Chromatin features of context-specific DMRs

The ChIP-seq data of histone modifications, H3K9me2 (SRR1482372) [68] and H3K27me3 (SRR5436222) [69], were downloaded from NCBI. The sequencing reads were processed using Trim Galore to remove adapters and nucleotides with bad quality. Reads that passed quality control were mapped to the reference genome of B73 version 4 using Bowtie2 [70] with default parameters. The metaplots showing read coverage around context-specific DMRs were generated using deepTools [71].

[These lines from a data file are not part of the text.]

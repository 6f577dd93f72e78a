import { describe, expect, it } from 'vitest';
import { fairShare, shardOf } from './shard.js';

describe('shardOf', () => {
  it('is FNV-1a 32-bit modulo the shard count', () => {
    // FNV-1a 32-bit test vectors of the algorithm's authors (Fowler, Noll, Vo), from memory:
    // "" -> 0x811c9dc5, "a" -> 0xe40c292c, "foobar" -> 0xbf9cf968.
    expect(shardOf('', 2 ** 31)).toBe(0x811c9dc5 % 2 ** 31);
    expect(shardOf('a', 2 ** 31)).toBe(0xe40c292c % 2 ** 31);
    expect(shardOf('foobar', 2 ** 31)).toBe(0xbf9cf968 % 2 ** 31);
  });

  it('puts everything in shard 0 of 1 and spreads many tags evenly over 16', () => {
    expect(shardOf('line3/kiln/temp', 1)).toBe(0);
    const counts = new Array<number>(16).fill(0);
    for (let i = 0; i < 16_000; i++) {
      const s = shardOf(`site${i % 7}/unit${i}/pv`, 16);
      counts[s] = (counts[s] ?? 0) + 1;
    }
    for (const n of counts) expect(n).toBeGreaterThan(800);
    for (const n of counts) expect(n).toBeLessThan(1200);
  });

  it('refuses a shard count that is not a whole number >= 1', () => {
    expect(() => shardOf('x', 0)).toThrow(RangeError);
    expect(() => shardOf('x', 1.5)).toThrow(RangeError);
  });
});

describe('fairShare', () => {
  it('gives every instance an equal share, the remainder to the first by name, summing to all', () => {
    const alive = ['node-c', 'node-a', 'node-b'];
    const shares = alive.map((me) => fairShare(32, alive, me));
    expect(shares).toEqual([10, 11, 11]);
    expect(shares.reduce((a, b) => a + b, 0)).toBe(32);
  });

  it('counts this instance even before its heartbeat is seen, and gives a lone instance all', () => {
    expect(fairShare(8, [], 'solo')).toBe(8);
    expect(fairShare(8, ['other'], 'solo')).toBe(4);
    expect(fairShare(2, ['a', 'b', 'c'], 'c')).toBe(0);
  });
});
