import { describe, expect, it } from 'vitest';
import { SampleColumnsBuilder } from './sample-columns.js';

describe('SampleColumnsBuilder', () => {
  it('grows past its first capacity and keeps every sample in place, in either order', () => {
    const forward = new SampleColumnsBuilder();
    const backward = new SampleColumnsBuilder();
    for (let page = 0; page < 5; page++) {
      const at = forward.reserve(1000);
      const back = backward.reserve(1000);
      for (let k = 0; k < 1000; k++) {
        const i = page * 1000 + k;
        forward.set(at + k, i, i % 7 === 0 ? Number.NaN : i / 2, 192);
        backward.set(back + k, 4999 - i, 0, i % 2 === 0 ? 192 : 0);
      }
    }
    const columns = forward.finish(false);
    expect(columns.t).toHaveLength(5000);
    expect(columns.t[4321]).toBe(4321);
    expect(columns.value[14]).toBeNaN();
    expect(columns.value[15]).toBe(7.5);
    expect(forward.lastTime()).toBe(4999);
    const reversed = backward.finish(true);
    expect(Array.from(reversed.t.subarray(0, 3))).toEqual([0, 1, 2]);
    expect(reversed.quality[4999]).toBe(192);
  });
});
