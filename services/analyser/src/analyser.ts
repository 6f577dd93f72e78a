/**
 * The rolling analyser: follows the store's samples in insertion order and keeps, per tag, the
 * watch without a mark and the data-quality watch, and per (mark, tag) the live evidence. All the
 * judging is pure (@trueshift/analyser); this module reads, writes, batches and persists.
 *
 * Restart safety rests on one rule: the state of every tag and mark and the cursor (the last sample
 * seq folded in) are saved together, in one store transaction, at the end of every cycle. After a
 * crash the analyser resumes from the saved cursor with the saved state, so no sample is counted
 * twice. Alerts raised in a cycle that did not get to save are raised again on the replay and the
 * store folds them into the open alert by their dedupe key.
 */

import { EventEmitter } from 'node:events';
import { setImmediate as yieldToLoop } from 'node:timers/promises';
import {
  chartDesign,
  chartDesignKey,
  createDataQuality,
  createMarkTagState,
  createPeriods,
  createWatch,
  credibleShiftAlert,
  dataQualityAlert,
  dataQualityCheck,
  dataQualitySample,
  dedupeKeys,
  evaluateMarkCatchUp,
  inControlHistory,
  markAddSample,
  markClosePeriod,
  markRebuildAfter,
  markSettings,
  outOfRangeAlert,
  outOfRangeEvents,
  periodClose,
  periodFold,
  periodMeans,
  periodStartOf,
  resolveTagSettings,
  settlingWindows,
  unmarkedShiftAlert,
  watchConfigure,
  watchRebaseline,
  watchUpdate,
} from '@trueshift/analyser';
import type {
  ChartDesign,
  DataQualityEvent,
  DataQualityState,
  MarkEvaluation,
  MarkSettings,
  MarkTagState,
  PeriodState,
  ResolvedTagSettings,
  WatchSettings,
  WatchState,
} from '@trueshift/analyser';
import type { Verdict } from '@trueshift/stats';
import { isTrueshiftError, TrueshiftError } from '@trueshift/errors';
import { QUALITY_GOOD, shardOf } from '@trueshift/store';
import type {
  AlertChange,
  AlertInput,
  AnalyserStateRecord,
  EvidenceSnapshot,
  LeaseFence,
  MarkRecord,
  OutboxChannel,
  Store,
  StoredSample,
  TagKind,
  TagRecord,
} from '@trueshift/store';
import type { Logger } from 'pino';
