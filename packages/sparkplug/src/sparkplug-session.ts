import { type ErrorCode, TrueshiftError } from '@trueshift/errors';
import {
  buildRejection,
  checkSample,
  cutRaw,
  type SampleCandidate,
  type SampleContext,
  showValue,
} from '@trueshift/formats';
import type { QuarantineInput, SampleInput } from '@trueshift/store';
import { QUALITY_STALE } from '@trueshift/store';
import { SparkplugDataType } from './sparkplug-b-schema.js';
import {
  type DecodedMetric,
  type DecodedPayload,
  decodeSparkplugPayload,
  type Int64,
  int64ToNumber,
  int64ToText,
  metricToJson,
  payloadToJson,
} from './sparkplug-codec.js';
import { parseSparkplugTopic, sparkplugIdProblem } from './sparkplug-topic.js';

export const DEFAULT_TAG_TEMPLATE = '{group}/{node}/{device}/{metric}';
export const DEFAULT_MAX_PAYLOAD_BYTES = 1_048_576;
export const DEFAULT_MAX_FUTURE_MS = 300_000;

export interface SparkplugSessionOptions {
  /** The Sparkplug group ids taken in; messages of other groups are noted and left alone. */
  groups: readonly string[];
  /**
   * How a metric becomes a tag name: {group}, {node}, {device} and {metric} (the metric's name,
   * slashes and all). For an edge node's own metrics, {device} and one "/" beside it are left out.
   */
  tagTemplate?: string;
  maxPayloadBytes?: number;
  maxFutureMs?: number;
  validRange?: SampleContext['validRange'];
}

export interface SparkplugMessageContext {
  receivedAt: number;
  now: number;
}

/** Metrics left out on purpose: counted, not quarantined (useOf says why). */
export interface SparkplugSkipped {
  /** Strings, text, UUIDs, bytes, files, date-times, arrays, data sets and templates. */
  notNumeric: number;
  /** bdSeq, "Node Control/…" and "Device Control/…": session plumbing, not process values. */
  control: number;
  /** is_transient: the sender asks that the value not be kept (section 6.4.6). */
  transient: number;
}
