/**
 * The shard a tag belongs to: FNV-1a (32 bit) over the name's UTF-16 code units, modulo the
 * shard count. Every instance and every store must agree on it, so it never changes.
 */
export function shardOf(tag: string, shards: number): number {
  if (!(Number.isInteger(shards) && shards >= 1)) {
    throw new RangeError(`shards must be a whole number >= 1, got ${shards}`);
  }
  let hash = 0x811c9dc5;
  for (let i = 0; i < tag.length; i++) {
    hash ^= tag.charCodeAt(i);
    hash = Math.imul(hash, 0x01000193) >>> 0;
  }
  return hash % shards;
}

/**
 * How many of `shards` this instance should hold when the instances in `alive` share them: an
 * equal share each, the remainder going one apiece to the first instances by name. Every instance
 * computes the same split from the same list, so they settle without talking to each other.
 */
export function fairShare(shards: number, alive: readonly string[], me: string): number {
  const members = [...new Set([...alive, me])].sort();
  const base = Math.floor(shards / members.length);
  const extra = shards % members.length;
  return base + (members.indexOf(me) < extra ? 1 : 0);
}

Association between DMRs and quantitative traits including gene expression and metabolic traits

A single-marker test based on mixed linear model was used to analyze the association between DMR and gene expression/metabolic traits. Metabolic traits were from the study of Wen et al. [38]. There are 192 lines that have both metabolic data and methylation data. Two RNA-seq datasets were utilized, one with RNA-seq data for kernels 15 days after pollination [72] and another with RNA-seq data for leaf tissue. For kernel tissue, there are 193 lines that have both expression and methylation data. For leaf tissue, there are 108 lines with expression and methylation data. The RNA-seq reads were re-mapped to B73 v4 genome using TopHat2 [73] with the default parameters. Only the genes that have expression and methylation data in at least 60% of the lines were used. A two-step residual model was applied. In the first step, gene expression or metabolic traits (Y) were normalized using rank-based inverse normal transformation method. The normalized value was then fit in the following model to get a residual expression level (Y′) after controlling for the effect of population structure (Q) and individual relatedness (K).

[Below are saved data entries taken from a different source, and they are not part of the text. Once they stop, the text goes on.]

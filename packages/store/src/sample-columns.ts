import type { SampleColumns } from './types.js';

/**
 * One tag's samples gathered page by page into growable columns, as the SQL backends read long
 * histories: capacity doubles, so 10^6 samples cost about twenty copies, not one per page.
 */
export class SampleColumnsBuilder {
  private t = new Float64Array(1024);
  private value = new Float64Array(1024);
  private quality = new Int32Array(1024);
  length = 0;

  /** Makes room for `n` more samples and gives the index the first of them goes to. */
  reserve(n: number): number {
    const needed = this.length + n;
    if (needed > this.t.length) {
      let capacity = this.t.length * 2;
      while (capacity < needed) capacity *= 2;
      this.t = grown(this.t, new Float64Array(capacity));
      this.value = grown(this.value, new Float64Array(capacity));
      this.quality = grown(this.quality, new Int32Array(capacity));
    }
    const at = this.length;
    this.length = needed;
    return at;
  }

  /** Fills a reserved place; NaN is a sample without a value. */
  set(index: number, t: number, value: number, quality: number): void {
    this.t[index] = t;
    this.value[index] = value;
    this.quality[index] = quality;
  }

  lastTime(): number {
    return this.t[this.length - 1] ?? Number.NaN;
  }

  /** The columns gathered, oldest first; `reverse` for pages that were read newest first. */
  finish(reverse: boolean): SampleColumns {
    const columns = {
      t: this.t.slice(0, this.length),
      value: this.value.slice(0, this.length),
      quality: this.quality.slice(0, this.length),
    };
    if (reverse) {
      columns.t.reverse();
      columns.value.reverse();
      columns.quality.reverse();
    }
    return columns;
  }
}

function grown<T extends Float64Array | Int32Array>(from: T, to: T): T {
  to.set(from);
  return to;
}
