export { buildAnalyser } from './analyser.js';
export type {
  Analyser,
  AnalyserDeps,
  AnalyserEvents,
  AnalyserOptions,
  CycleReport,
  EvidenceUpdate,
} from './analyser.js';
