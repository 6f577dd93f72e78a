import { describe, expect, it } from 'vitest';
import { conflictReason, cutUtf8, markFromRow, pendingMigrations } from './sql-rows.js';

describe('what the SQL backends share', () => {
  it('cuts text to a UTF-8 byte budget without splitting a character', () => {
    expect(cutUtf8('short', 64)).toBe('short');
    // "é" is 2 bytes and "€" 3 in UTF-8: a cut inside either steps back to the character before.
    expect(cutUtf8('aé€'.repeat(30), 4)).toBe('aé');
    expect(cutUtf8('aé€'.repeat(30), 5)).toBe('aé');
    expect(cutUtf8('aé€'.repeat(30), 6)).toBe('aé€');
    expect(new TextEncoder().encode(cutUtf8('€'.repeat(50_000))).length).toBeLessThanOrEqual(
      64 * 1024,
    );
  });

  it('says what was stored and what was refused for a conflicting sample', () => {
    const sample = {
      tag: 'kiln/temp',
      t: Date.UTC(2026, 0, 1),
      value: 812.5,
      quality: 192,
      source: 'test',
      receivedAt: 0,
    };
    expect(conflictReason(sample, 810, 192)).toBe(
      'Tag kiln/temp at 1767225600000 (2026-01-01T00:00:00.000Z) already has 810 (quality 192); ' +
        'the new 812.5 (quality 192) was not stored.',
    );
  });

  it('builds a mark from its columns and the tags its backend gathered', () => {
    const mark = markFromRow(
      {
        id: 'm1',
        at: 5,
        label: 'new burner tips',
        note: '',
        direction: 'fall',
        smallest_shift: null,
        n_before: 30,
        n_after_cap: null,
        risk_level: null,
        settling_ms: null,
        created_at: 1,
        updated_at: 2,
        withdrawn_at: null,
        revision: 1,
      },
      ['kiln/fuel', 'kiln/temp'],
    );
    expect(mark).toMatchObject({ id: 'm1', tags: ['kiln/fuel', 'kiln/temp'], nBefore: 30 });
  });

  it('gives the schema steps still to apply in order, and refuses a schema newer than the build', () => {
    const steps = [
      { version: 2, name: 'two', sql: 'B' },
      { version: 1, name: 'one', sql: 'A' },
      { version: 3, name: 'three', sql: 'C' },
    ];
    expect(pendingMigrations(steps, 0, 'The store').map((s) => s.version)).toEqual([1, 2, 3]);
    expect(pendingMigrations(steps, 2, 'The store').map((s) => s.version)).toEqual([3]);
    expect(pendingMigrations(steps, 3, 'The store')).toEqual([]);
    expect(() => pendingMigrations(steps, 4, 'The store')).toThrow(
      'The store has schema version 4; this build knows up to 3. Use a newer trueshift.',
    );
  });
});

$$ Y=Q+K+\upvarepsilon 1 $$

In step 2, the newly calculated Y′ was then used as the dependent variable to fit a linear regression model with DNA methylation (X) as the independent variable.

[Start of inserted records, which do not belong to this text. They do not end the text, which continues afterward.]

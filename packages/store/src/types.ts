import type { ErrorCode } from '@trueshift/errors';

/** OPC-style quality codes (OPC DA): 192 good, 0 bad; anything below 192 is not used in analysis. */
export const QUALITY_GOOD = 192;
export const QUALITY_BAD = 0;
/** Sparkplug B's stale quality. */
export const QUALITY_STALE = 500;

export type BetterDirection = 'higher' | 'lower' | 'either';
export type Direction = 'rise' | 'fall' | 'either';

/** How a tag is analysed: one value per batch, or per-period means of a continuous signal. */
export type TagKind = 'batch' | 'continuous';

/** Per-tag analysis settings; anything left out takes the service's default. */
export interface TagSettings {
  kind?: TagKind;
  /** Length of the averaging period for continuous tags, in milliseconds. */
  periodMs?: number;
  riskLevel?: number;
  nBefore?: number;
  nAfterCap?: number;
  smallestShift?: number;
  /** Target in-control ARL used to choose CUSUM h and EWMA L. */
  inControlArl?: number;
  cusumK?: number;
  ewmaLambda?: number;
  /** Consecutive evaluations across the risk level before an alert opens. */
  alertAfter?: number;
  /** A tag is stale after this many of its usual sampling intervals without a sample. */
  staleAfterIntervals?: number;
}

export interface TagInput {
  name: string;
  unit?: string | null;
  description?: string | null;
  better?: BetterDirection;
  validMin?: number | null;
  validMax?: number | null;
  settings?: TagSettings;
}

export interface TagRecord {
  name: string;
  unit: string | null;
  description: string | null;
  better: BetterDirection;
  validMin: number | null;
  validMax: number | null;
  settings: TagSettings;
  createdAt: number;
  updatedAt: number;
}

/** A sample as it arrives. Times are epoch milliseconds. */
export interface SampleInput {
  tag: string;
  t: number;
  /** null: the source said explicitly that there is no value. */
  value: number | null;
  quality: number;
  /** Where it came from, e.g. "mqtt:plant/evap1/steam", "csv:history.csv:17", "http". */
  source: string;
  receivedAt: number;
}

export interface StoredSample {
  /** Insertion order across all tags, so followers can resume after the last one they saw. */
  seq: number;
  tag: string;
  t: number;
  value: number | null;
  quality: number;
}

/** One tag's samples in time order, in columns: a history of 10^6 samples reads as three arrays. */
export interface SampleColumns {
  t: Float64Array;
  /** NaN where the sample has no value. */
  value: Float64Array;
  quality: Int32Array;
}

export interface SampleReadOptions {
  /** Inclusive lower time bound (epoch ms). */
  from?: number;
  /** Exclusive upper time bound (epoch ms). */
  to?: number;
  /** Only samples with quality >= 192 and a value. */
  goodOnly?: boolean;
  /** The latest `limit` samples inside the bounds (still returned oldest first). */
  limit?: number;
}

export interface SampleWriteResult {
  inserted: number;
  /** Replays of a stored (tag, time, value): nothing to do. */
  duplicates: number;
  /** A different value for a stored (tag, time): quarantined, the stored one kept. */
  conflicts: number;
}

export interface QuarantineInput {
  source: string;
  /** The raw input as received (a payload, a CSV line), cut to a bounded length by the store. */
  raw: string;
  reason: string;
  code: ErrorCode;
  tag?: string | null;
  receivedAt: number;
}

export interface QuarantineEntry extends QuarantineInput {
  id: number;
  tag: string | null;
}

export interface MarkInput {
  tags: string[];
  /** The moment the change went live (epoch ms); may lie in the past. */
  at: number;
  label: string;
  note?: string;
  direction: Direction;
  smallestShift?: number | null;
  nBefore?: number | null;
  nAfterCap?: number | null;
  riskLevel?: number | null;
  /** Samples within this time after the mark are settling, left out of later marks' history. */
  settlingMs?: number | null;
}

export interface MarkRecord {
  id: string;
  tags: string[];
  at: number;
  label: string;
  note: string;
  direction: Direction;
  smallestShift: number | null;
  nBefore: number | null;
  nAfterCap: number | null;
  riskLevel: number | null;
  settlingMs: number | null;
  createdAt: number;
  updatedAt: number;
  withdrawnAt: number | null;
  /** Starts at 1 and counts every correction and the withdrawal. */
  revision: number;
}

export interface MarkRevision {
  markId: string;
  revision: number;
  changedAt: number;
  changedBy: string;
  /** What was done: created, corrected or withdrawn. */
  action: 'created' | 'corrected' | 'withdrawn';
  reason: string;
  /** The mark as it stood after this revision. */
  mark: MarkRecord;
}

export interface EvidenceSnapshotInput {
  markId: string;
  tag: string;
  /** Time of the last sample the evidence includes. */
  sampleTime: number;
  evaluatedAt: number;
  nAfter: number;
  /** Reference risk in the mark's direction; null when there is not enough history. */
  risk: number | null;
  verdict: string;
  /** The full evidence, as JSON. */
  body: unknown;
}

export interface EvidenceSnapshot extends EvidenceSnapshotInput {
  id: number;
}

export type AlertKind = 'credible-shift' | 'unmarked-shift' | 'stale' | 'stuck' | 'out-of-range';
export type AlertState = 'open' | 'acknowledged' | 'cleared';

export interface AlertInput {
  tag: string;
  markId: string | null;
  kind: AlertKind;
  /** Repeats with the same key while an alert is not cleared update it instead of opening another. */
  dedupeKey: string;
  title: string;
  at: number;
  evidence: unknown;
}

export interface AlertRecord {
  id: number;
  tag: string;
  markId: string | null;
  kind: AlertKind;
  dedupeKey: string;
  title: string;
  state: AlertState;
  openedAt: number;
  updatedAt: number;
  /** How many times the condition was seen again while the alert stayed open. */
  repeats: number;
  acknowledgedAt: number | null;
  acknowledgedBy: string | null;
  /** The latest note: the acknowledgement's, or the clearing's when it gave one. */
  note: string | null;
  clearedAt: number | null;
  evidence: unknown;
}

export type OutboxChannel = 'webhook' | 'mqtt';
export type OutboxState = 'pending' | 'delivered' | 'dead';

export interface OutboxInput {
  channel: OutboxChannel;
  /** A webhook URL or an MQTT topic. */
  target: string;
  /** Stable across retries, so receivers can drop duplicates. */
  idempotencyKey: string;
  payload: unknown;
  createdAt: number;
}

export interface OutboxRecord extends OutboxInput {
  id: number;
  state: OutboxState;
  attempts: number;
  nextAttemptAt: number;
  lastError: string | null;
  deliveredAt: number | null;
}

/** The change an alert operation made, so the caller can publish it on the event stream. */
export interface AlertChange {
  alert: AlertRecord;
  change: 'opened' | 'repeated' | 'acknowledged' | 'cleared';
}

export interface AnalyserStateRecord {
  /** e.g. a tag name, or "mark:<id>:<tag>". */
  key: string;
  state: unknown;
  /** The last sample seq folded into this state: reprocessing up to it must not double-count. */
  lastSeq: number;
  updatedAt: number;
}

/** What an API token lets its holder do: admin covers write, write covers read. */
export type TokenScope = 'read' | 'write' | 'admin';

export interface TokenInput {
  id: string;
  /** Who or what holds it, for people reading the list; need not be unique. */
  name: string;
  /** Hex SHA-256 of the secret: the secret itself is never stored. */
  hash: string;
  scopes: TokenScope[];
  createdAt: number;
}

export interface TokenRecord extends TokenInput {
  revokedAt: number | null;
}

export interface FileRecord {
  hash: string;
  name: string;
  takenAt: number;
  summary: unknown;
}

/**
 * Everything trueshift keeps. Methods are async so a networked backend (PostgreSQL) can implement the
 * same contract; the SQLite backend answers from one writer connection.
 */
export interface Store {
  close(): Promise<void>;

  /**
   * How many shards the tags are spread over (by `shardOf` their name), fixed when the store is
   * created. A follower of one shard sees only its tags' samples, in commit order. 1 for a store
   * that only one process uses.
   */
  readonly shards: number;

  upsertTag(tag: TagInput, now: number): Promise<TagRecord>;
  /** Creates tags that do not exist yet with default settings; existing tags are left alone. */
  ensureTags(names: readonly string[], now: number): Promise<void>;
  getTag(name: string): Promise<TagRecord | null>;
  listTags(): Promise<TagRecord[]>;

  /** One transaction: inserts new samples, skips replays, quarantines conflicting values. */
  writeSamples(samples: readonly SampleInput[]): Promise<SampleWriteResult>;
  readSamples(tag: string, options?: SampleReadOptions): Promise<SampleColumns>;
  countSamples(tag?: string): Promise<number>;
  /**
   * Samples stored after `afterSeq`, in insertion order, at most `limit`; with `shard`, only the
   * samples of that shard's tags. Within a shard, a sample with a higher seq was committed later,
   * so a follower that resumes after the last seq it saw misses nothing.
   */
  samplesAfter(afterSeq: number, limit: number, shard?: number): Promise<StoredSample[]>;
  lastSeq(): Promise<number>;

  quarantine(entries: readonly QuarantineInput[]): Promise<void>;
  listQuarantine(options?: {
    limit?: number;
    beforeId?: number;
    source?: string;
  }): Promise<QuarantineEntry[]>;
  countQuarantine(): Promise<number>;

  createMark(mark: MarkInput, by: string, now: number): Promise<MarkRecord>;
  correctMark(
    id: string,
    patch: Partial<MarkInput>,
    by: string,
    reason: string,
    now: number,
  ): Promise<MarkRecord>;
  withdrawMark(id: string, by: string, reason: string, now: number): Promise<MarkRecord>;
  getMark(id: string): Promise<MarkRecord | null>;
  listMarks(options?: { tag?: string; includeWithdrawn?: boolean }): Promise<MarkRecord[]>;
  markHistory(id: string): Promise<MarkRevision[]>;

  addEvidenceSnapshot(snapshot: EvidenceSnapshotInput): Promise<EvidenceSnapshot>;
  listEvidenceSnapshots(
    markId: string,
    tag: string,
    options?: { limit?: number },
  ): Promise<EvidenceSnapshot[]>;
  latestEvidence(markId: string, tag: string): Promise<EvidenceSnapshot | null>;

  /** Opens an alert, or counts a repeat of an uncleared one with the same dedupe key; queues the outbox entries in the same transaction. */
  raiseAlert(
    alert: AlertInput,
    outbox: readonly Omit<OutboxInput, 'payload' | 'idempotencyKey'>[],
  ): Promise<AlertChange>;
  acknowledgeAlert(
    id: number,
    by: string,
    note: string,
    now: number,
    outbox: readonly Omit<OutboxInput, 'payload' | 'idempotencyKey'>[],
  ): Promise<AlertChange>;
  /** Clears an alert; a note, when given, becomes the alert's note (why it was cleared). */
  clearAlert(
    id: number,
    now: number,
    outbox: readonly Omit<OutboxInput, 'payload' | 'idempotencyKey'>[],
    note?: string,
  ): Promise<AlertChange>;
  getAlert(id: number): Promise<AlertRecord | null>;
  listAlerts(options?: {
    state?: AlertState;
    tag?: string;
    limit?: number;
  }): Promise<AlertRecord[]>;

  enqueueOutbox(entries: readonly OutboxInput[]): Promise<void>;
  /** Pending entries due at `now`, oldest first. */
  dueOutbox(now: number, limit: number): Promise<OutboxRecord[]>;
  markDelivered(id: number, now: number): Promise<void>;
  markAttemptFailed(id: number, error: string, nextAttemptAt: number, dead: boolean): Promise<void>;
  listOutbox(options?: { state?: OutboxState; limit?: number }): Promise<OutboxRecord[]>;

  /**
   * Saves the records in one transaction. With a fence, only while that lease is still held at
   * that epoch: otherwise nothing is saved and LEASE_LOST is thrown (a store without leases
   * refuses every fence).
   */
  saveAnalyserState(records: readonly AnalyserStateRecord[], fence?: LeaseFence): Promise<void>;
  loadAnalyserState(key: string): Promise<AnalyserStateRecord | null>;
  listAnalyserState(prefix?: string): Promise<AnalyserStateRecord[]>;

  /** Records a file by content hash; false when that content was taken before. */
  recordFile(file: FileRecord): Promise<boolean>;

  /** Outbox entries in each state. */
  countOutbox(): Promise<Record<OutboxState, number>>;

  createToken(token: TokenInput): Promise<TokenRecord>;
  /** The token with this hash, revoked or not; null when there is none. */
  findTokenByHash(hash: string): Promise<TokenRecord | null>;
  /** Every token, revoked ones included, oldest first. */
  listTokens(): Promise<TokenRecord[]>;
  /** Revokes the token; revoking it again keeps the first time. Throws TOKEN_NOT_FOUND. */
  revokeToken(id: string, now: number): Promise<TokenRecord>;
}

/** Proof that a writer holds a shard: the lease's owner and the epoch it was taken at. */
export interface LeaseFence {
  shard: number;
  owner: string;
  epoch: number;
}

export interface Lease extends LeaseFence {
  /** Epoch ms after which another instance may take the shard. */
  expiresAt: number;
}

/**
 * What one instance tells the others through the store (PostgreSQL LISTEN/NOTIFY). Sent in the
 * transaction of the change itself, so a message goes out exactly when the change is committed.
 */
export type ClusterMessage =
  | { kind: 'samples'; shards: number[] }
  | {
      kind: 'alert';
      origin: string;
      alertId: number;
      change: AlertChange['change'];
    }
  | { kind: 'evidence'; origin: string; snapshotId: number }
  | { kind: 'mark'; origin: string; markId: string; change: 'created' | 'corrected' | 'withdrawn' };

/**
 * A store several instances share: it keeps who is alive, who analyses which shard, and carries
 * messages between instances. Times are epoch ms from the instances' clocks, which must agree to
 * well within a lease's length (NTP).
 */
export interface ClusterStore extends Store {
  /** The instance this connection speaks for: the `origin` of the messages it sends. */
  readonly instance: string;
  /** Records that this instance is alive until `until`; returns every instance alive at `now`. */
  heartbeat(now: number, until: number): Promise<string[]>;
  /** Extends this instance's unexpired leases to `until`; returns the leases it still holds. */
  renewLeases(now: number, until: number): Promise<Lease[]>;
  /** Takes at most `count` free or expired shards; each take raises that shard's epoch. */
  claimLeases(count: number, now: number, until: number): Promise<Lease[]>;
  /** Gives a shard back at once, once its analyser has saved its state. */
  releaseLease(shard: number): Promise<void>;
  listLeases(): Promise<Lease[]>;
  getEvidenceSnapshot(id: number): Promise<EvidenceSnapshot | null>;
  /**
   * Calls `listener` with every message any instance sends, its own included, from now on;
   * `onGap` after the listening connection was lost and came back (messages may be missing).
   */
  listen(
    listener: (message: ClusterMessage) => void,
    onGap?: () => void,
  ): Promise<() => Promise<void>>;
}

$$ Y^{\prime }=\beta X+\upvarepsilon 2 $$

The resulting P value was corrected using the Bonferroni method (P < 0.01/n), and the value was 1.13 × 10−6 for CG, 1.02 × 10−6 for CHG, and 1.97 × 10−6 for CHH. The direction of association was inferred from β value.

Mendelian randomization

In order to investigate whether DNA methylation is a cause or a consequence of differential gene expression, Mendelian randomization (MR) test was performed using the significant DMR-gene expression associations. Only the associations where the DMR and the gene are within 1 Mb of each other were used. In the model where DMR is a cause, we identify instrumental SNPs that are significantly associated with DNA methylation, but not associated with gene expression. All the significant SNPs within 1 Mb of DMRs were extracted, and the associations between these SNPs with expression were calculated using the mixed model adjusting for Q and K. The SNPs that are significantly associated with gene expression (P < 0.05/DMR number) were filtered out, and the one with the most significant association with DNA methylation from the remaining SNPs was kept. The observed effect of the SNP on expression from the mixed model was then compared with the predicted effect which was calculated using the following formula,

$$ {\beta}_{\mathrm{pred}}={\beta}_{\mathrm{expr}\sim \mathrm{DMR}}\times {\beta}_{\mathrm{DMR}\sim \mathrm{SNP}} $$

In the consequential analysis, instrumental SNPs were required to be associated with gene expression but not with DMR. First, all significant SNPs within 1 Mb of genes were extracted. Then, the SNPs with significant associations with DMR (P < 0.05/gene number) were filtered out, and then, the most significant SNP with gene expression was chosen from the remaining SNP list. We then calculated the effect of gene expression on DMR using gene expression as independent variable and DNA methylation as response. The observed effect of SNP on DMR was from the model DMR~SNP. And the predicted effect was calculated as follows:

$$ {\beta}_{\mathrm{pred}}={\beta}_{\mathrm{expr}\sim \mathrm{SNP}}\times {\beta}_{\mathrm{DMR}\sim \mathrm{expr}} $$

The above analysis was performed separately for each of the three sequence contexts.